Speaker
Description
Recent work on identifying suitable sites for the next-generation gravitational wave observatory, Cosmic Explorer (CE), includes site visits, efforts to build relationships with relevant communities surrounding promising sites, characterizing costs of construction, and finding suitable sites based on scientific thresholds. The common theme amongst these complementary efforts is Geographic Information Systems (GIS). GIS, like many other forms of data science, has a blooming community of researchers integrating their domain expertise with Artificial Intelligence (AI) to find spatial patterns in noisy data with non-linear relationships. In GIS, deploying AI into spatial analysis is referred to as GeoAI. With promising sites for Cosmic Explorer identified at the national scale, local analysis requires the use of GeoAI [DS1.1]to forecast future sources of anthropogenic noise as well as environmental hazards to Cosmic Explorer at potentially promising sites.

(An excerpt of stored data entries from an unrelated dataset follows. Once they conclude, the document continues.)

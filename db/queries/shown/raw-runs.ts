import type { Handle } from "../../client/connect";

export interface ShownRunRow {
  runId: string;
  setSpeed: number;
  mountNumber: number;
  repeatNumber: number;
  ordinal: number;
  state: string;
  reason: string | null;
  beganAt: Date;
}

export interface ShownReadingRow {
  id: string;
  runId: string | null;
  quantity: string;
  position: string | null;
  phase: string | null;
  rotorPosition: number | null;
  value: number;
  unit: string;
  source: string;
  supersedes: string | null;
  supersededBy: string | null;
  reason: string | null;
  takenAt: Date;
}

/** The runs of an entry, or of a baseline unit, in a published session, in the order they were made. */
export async function shownRuns(
  db: Handle,
  { sessionId, entryId, baselineUnitId }: { sessionId: string; entryId?: string; baselineUnitId?: string },
): Promise<ShownRunRow[]> {
  return db("shown.run")
    .where({
      session_id: sessionId,
      ...(entryId ? { entry_id: entryId } : { baseline_unit_id: baselineUnitId ?? null }),
    })
    .orderBy("ordinal")
    .select({
      runId: "id",
      setSpeed: "set_speed",
      mountNumber: "mount_number",
      repeatNumber: "repeat_number",
      ordinal: "ordinal",
      state: "state",
      reason: "reason",
      beganAt: "began_at",
    });
}

/** Readings of these runs, superseded ones too; with `sessionId` also those of the session itself (checks, background). */
export async function shownReadings(
  db: Handle,
  { runIds, sessionId }: { runIds: readonly string[]; sessionId?: string },
): Promise<ShownReadingRow[]> {
  return db("shown.reading as r")
    .leftJoin("shown.microphone_position as m", "m.id", "r.position_id")
    .leftJoin("shown.reading as n", "n.supersedes", "r.id")
    .where((either) => {
      void either.whereIn("r.run_id", [...runIds]);
      if (sessionId) void either.orWhere((own) => void own.whereNull("r.run_id").where("r.session_id", sessionId));
    })
    .orderBy(["r.taken_at", "r.id"])
    .select({
      id: "r.id",
      runId: "r.run_id",
      quantity: "r.quantity",
      position: "m.name",
      phase: "r.phase",
      rotorPosition: "r.rotor_position",
      value: "r.value",
      unit: "r.unit",
      source: "r.source",
      supersedes: "r.supersedes",
      supersededBy: "n.id",
      reason: "r.reason",
      takenAt: "r.taken_at",
    });
}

This presentation explores how GeoAI will be used in local-scale and site level analysis to predict future land use (a principal concern for anthropogenic noise) and flood hazard simulation mapping in often remote, sparsely mapped portions of the contiguous United States. GeoAI will be key to bring CE to realization as local-scale and site level analysis will require spatial analysis that utilizes neural networks and deep learning.